_Problem to work on_: The line containing "is done for the" marks the end: output every line of the data up to it, and that line too, exactly as written.

Data records:
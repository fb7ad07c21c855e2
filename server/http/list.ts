// Server-side lists: one SQL definition per list gives the JSON page (`{data, total, totalExact,
// totals}`) and the CSV of everything the same filter shows. Only whitelisted columns sort; search is
// ILIKE over named expressions; filters arrive as SQL clauses with their replacements. Counting every
// matching row (and summing the totals) costs as much as reading them all, so it is done for the
// first page or when the client asks (`count=true`); other pages read one row past their end and
// answer a lower bound (`totalExact: false`), which is all a pager needs to offer the next page.
import type { Response, Router } from 'express';
import { QueryTypes } from 'sequelize';
import type { z } from 'zod';
import { sequelize } from '../../db';
import type { Permission } from '../../shared/policies';
import type { ListQuery } from '../../shared/schemas/paging';
import { allow, authenticate } from '../auth/authenticate';
import { sendCsv, type CsvColumn } from './csv';
import { badRequest } from './errors';
import { sendUnchangedAnswer } from './unchangedAnswers';
import { validated } from './validate';

export type Filters = { clauses: string[]; replacements: Record<string, unknown> };

export type ListDefinition<Row, Query extends ListQuery = ListQuery> = {
  /** SELECT list naming each output column in camelCase ("AS \"receivedAt\""). */
  select: string;
  /** FROM with its JOINs. */
  from: string;
  /** Work per row that no filter needs (counts over a lot's pieces, say), done for the rows of a page
   * only, once it is cut: output columns (`select`) and the joins that give them (`from`), written
   * against the row's own output columns as `page."column"`. A sort by one of its columns (`sortable`,
   * naming `from`'s aliases) and the totals have it done for every matching row. */
  late?: { select: string; from: string; sortable?: Record<string, string> };
  /** Sort keys the client may send, each with the SQL it orders by. */
  sortable: Record<string, string>;
  /** Sort keys whose SQL is never NULL: ordered without NULLS LAST, so that one ordinary index
   * serves both directions (nullable keys put their NULLs last either way). */
  notNull?: readonly string[];
  defaultSort: string;
  /** A unique expression that makes every order total, so pages never overlap. */
  tieBreaker: string;
  /** Expressions matched with ILIKE against `%q%`; an entry that names :q itself is a whole condition. */
  search: string[];
  /** Sums over every row the filter matches, in terms of the output columns. */
  totals?: Record<string, string>;
  filters?: (query: Query) => Filters;
  present: (row: Record<string, unknown>) => Row;
  csv: { filename: string; columns: CsvColumn<Row>[] };
};

/** Adds `clause` with its replacement when the value is given. */
export function filterWhen(filters: Filters, value: unknown, clause: string, name: string) {
  if (value === undefined || value === null || value === '') return filters;
  filters.clauses.push(clause);
  filters.replacements[name] = value;
  return filters;
}

const escapeLike = (text: string) => text.replace(/[\\%_]/g, (c) => `\\${c}`);

/** `%text%` for ILIKE, with the text's own % and _ taken literally. */
export const containing = (text: string) => `%${escapeLike(text)}%`;

/** The SQL a sort key (`column` or `-column`) orders by, and its direction; 400 for a key not in
 * `sortable`. Own keys only: "__proto__" or "constructor" must not find Object's members. */
export function sortOf(sortable: Record<string, string>, requested: string) {
  const key = requested.replace(/^-/, '');
  const expression = Object.hasOwn(sortable, key) ? sortable[key] : undefined;
  if (!expression) throw badRequest(`Cannot sort by "${key}"; sort by one of: ${Object.keys(sortable).join(', ')}`);
  return { expression, direction: requested.startsWith('-') ? 'DESC' : 'ASC' };
}

/** The SQL of a stretch of the list in its order (`LIMIT :limit OFFSET :offset`), and of all its
 * rows (what totals are summed over), with their replacements. */
function listSql<Row, Query extends ListQuery>(definition: ListDefinition<Row, Query>, query: Query) {
  const requested = query.sort || definition.defaultSort;
  const key = requested.replace(/^-/, '');
  const lateSortable = definition.late?.sortable ?? {};
  const { expression, direction } = sortOf({ ...definition.sortable, ...lateSortable }, requested);
  const nulls = definition.notNull?.includes(key) ? '' : ' NULLS LAST';
  const filters = definition.filters?.(query) ?? { clauses: [], replacements: {} };
  const clauses = [...filters.clauses];
  const replacements: Record<string, unknown> = { ...filters.replacements };
  if (query.q && definition.search.length) {
    clauses.push(`(${definition.search.map((term) => (term.includes(':q') ? term : `${term} ILIKE :q`)).join(' OR ')})`);
    replacements.q = containing(query.q);
  }
  const where = clauses.length ? `WHERE ${clauses.join(' AND ')}` : '';
  const rows = (extra = '') => `SELECT ${definition.select}${extra} FROM ${definition.from} ${where}`;
  const { late, tieBreaker } = definition;
  if (!late) {
    const all = rows();
    return { stretch: `${all} ORDER BY ${expression} ${direction}${nulls}, ${tieBreaker} ${direction} LIMIT :limit OFFSET :offset`, all, replacements };
  }
  const withLate = (page: string) => `SELECT page.*, ${late.select} FROM (${page}) page ${late.from}`;
  const all = withLate(rows(`, ${tieBreaker} AS "__tie"`));
  if (Object.hasOwn(lateSortable, key)) {
    return { stretch: `${all} ORDER BY ${expression} ${direction}${nulls}, page."__tie" ${direction} LIMIT :limit OFFSET :offset`, all, replacements };
  }
  // The stretch is cut from the rows alone, in an order an index may give; the late work joins it.
  const cut = `${rows(`, ${expression} AS "__sort", ${tieBreaker} AS "__tie"`)} ORDER BY ${expression} ${direction}${nulls}, ${tieBreaker} ${direction} LIMIT :limit OFFSET :offset`;
  return { stretch: `${withLate(cut)} ORDER BY page."__sort" ${direction}${nulls}, page."__tie" ${direction}`, all, replacements };
}

/** A page of a list: `total` is the number of matching rows when `totalExact`, otherwise at least
 * that many (the rows up to this page's end, plus one when more follow). `totals` come with a count. */
export type ListPage<Row> = { data: Row[]; total: number; totalExact: boolean; totals?: Record<string, number> };

/** Whether a page is answered with a count of every matching row. */
const counts = (query: ListQuery) => query.count ?? query.page === 1;

/** The page from `rows` read one past its end, when no count is needed: past the last row (a
 * bookmark to a page that is no longer there), or asked for, the caller counts instead (null). */
export function uncountedPage<Row>(rows: Row[], query: ListQuery): ListPage<Row> | null {
  const offset = (query.page - 1) * query.pageSize;
  if (counts(query) || (rows.length === 0 && offset > 0)) return null;
  const more = rows.length > query.pageSize;
  return { data: rows.slice(0, query.pageSize), total: offset + Math.min(rows.length, query.pageSize) + (more ? 1 : 0), totalExact: !more };
}

export async function listPage<Row, Query extends ListQuery>(definition: ListDefinition<Row, Query>, query: Query): Promise<ListPage<Row>> {
  const { stretch, all, replacements } = listSql(definition, query);
  const rows = await sequelize.query<Record<string, unknown>>(stretch, {
    type: QueryTypes.SELECT,
    replacements: { ...replacements, limit: query.pageSize + 1, offset: (query.page - 1) * query.pageSize },
  });
  const presented = rows.map(definition.present);
  const page = uncountedPage(presented, query);
  if (page) return page;
  const totalColumns = Object.entries(definition.totals ?? {})
    .map(([name, expression]) => `, ${expression} AS "${name}"`)
    .join('');
  const [summary] = await sequelize.query<Record<string, string | null>>(`SELECT count(*) AS total${totalColumns} FROM (${all}) AS listed`, {
    type: QueryTypes.SELECT,
    replacements,
  });
  const totals = Object.fromEntries(Object.keys(definition.totals ?? {}).map((name) => [name, Number(summary[name] ?? 0)]));
  return { data: presented.slice(0, query.pageSize), total: Number(summary.total), totalExact: true, totals };
}

/** Every row the filter matches, in the list's order, read in batches. The query is checked at
 * once (a bad sort fails before any CSV is sent); rows are read as they are consumed. */
export function listAll<Row, Query extends ListQuery>(definition: ListDefinition<Row, Query>, query: Query, batchSize = 1000): AsyncGenerator<Row> {
  const { stretch, replacements } = listSql(definition, query);
  return (async function* () {
    for (let offset = 0; ; offset += batchSize) {
      const rows = await sequelize.query<Record<string, unknown>>(stretch, {
        type: QueryTypes.SELECT,
        replacements: { ...replacements, limit: batchSize, offset },
      });
      for (const row of rows) yield definition.present(row);
      if (rows.length < batchSize) return;
    }
  })();
}

/** Mounts `path` (JSON, or CSV with `?format=csv`) and `path/export.csv` for one list. */
export function mountList<Row, Schema extends z.ZodType<ListQuery>>(
  router: Router,
  path: string,
  permission: Permission,
  querySchema: Schema,
  definition: ListDefinition<Row, z.infer<Schema>>,
) {
  const csv = (query: z.infer<Schema>, res: Response) =>
    sendCsv(res, `${definition.csv.filename}-${new Date().toISOString().slice(0, 10)}.csv`, definition.csv.columns, listAll(definition, query));
  router.get(
    `${path === '/' ? '' : path}/export.csv`,
    authenticate,
    allow(permission),
    validated({ query: querySchema }, ({ query }, _req, res) => csv(query, res)),
  );
  router.get(
    path,
    authenticate,
    allow(permission),
    validated({ query: querySchema }, async ({ query }, req, res) => {
      if (req.query.format === 'csv') return csv(query, res);
      await sendUnchangedAnswer(req, res, `${definition.csv.filename} ${JSON.stringify(query)}`, () => listPage(definition, query));
    }),
  );
}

_Written answer_:
repository fb7ad07c21c855e2
filename server/http/list.ts
// Server-side lists: one SQL definition per list gives the JSON page (`{data, total, totalExact,
// totals}`) and the CSV of everything the same filter shows. Only whitelisted columns sort; search is
// ILIKE over named expressions; filters arrive as SQL clauses with their replacements. Counting every
// matching row (and summing the totals) costs as much as reading them all, so it is done for the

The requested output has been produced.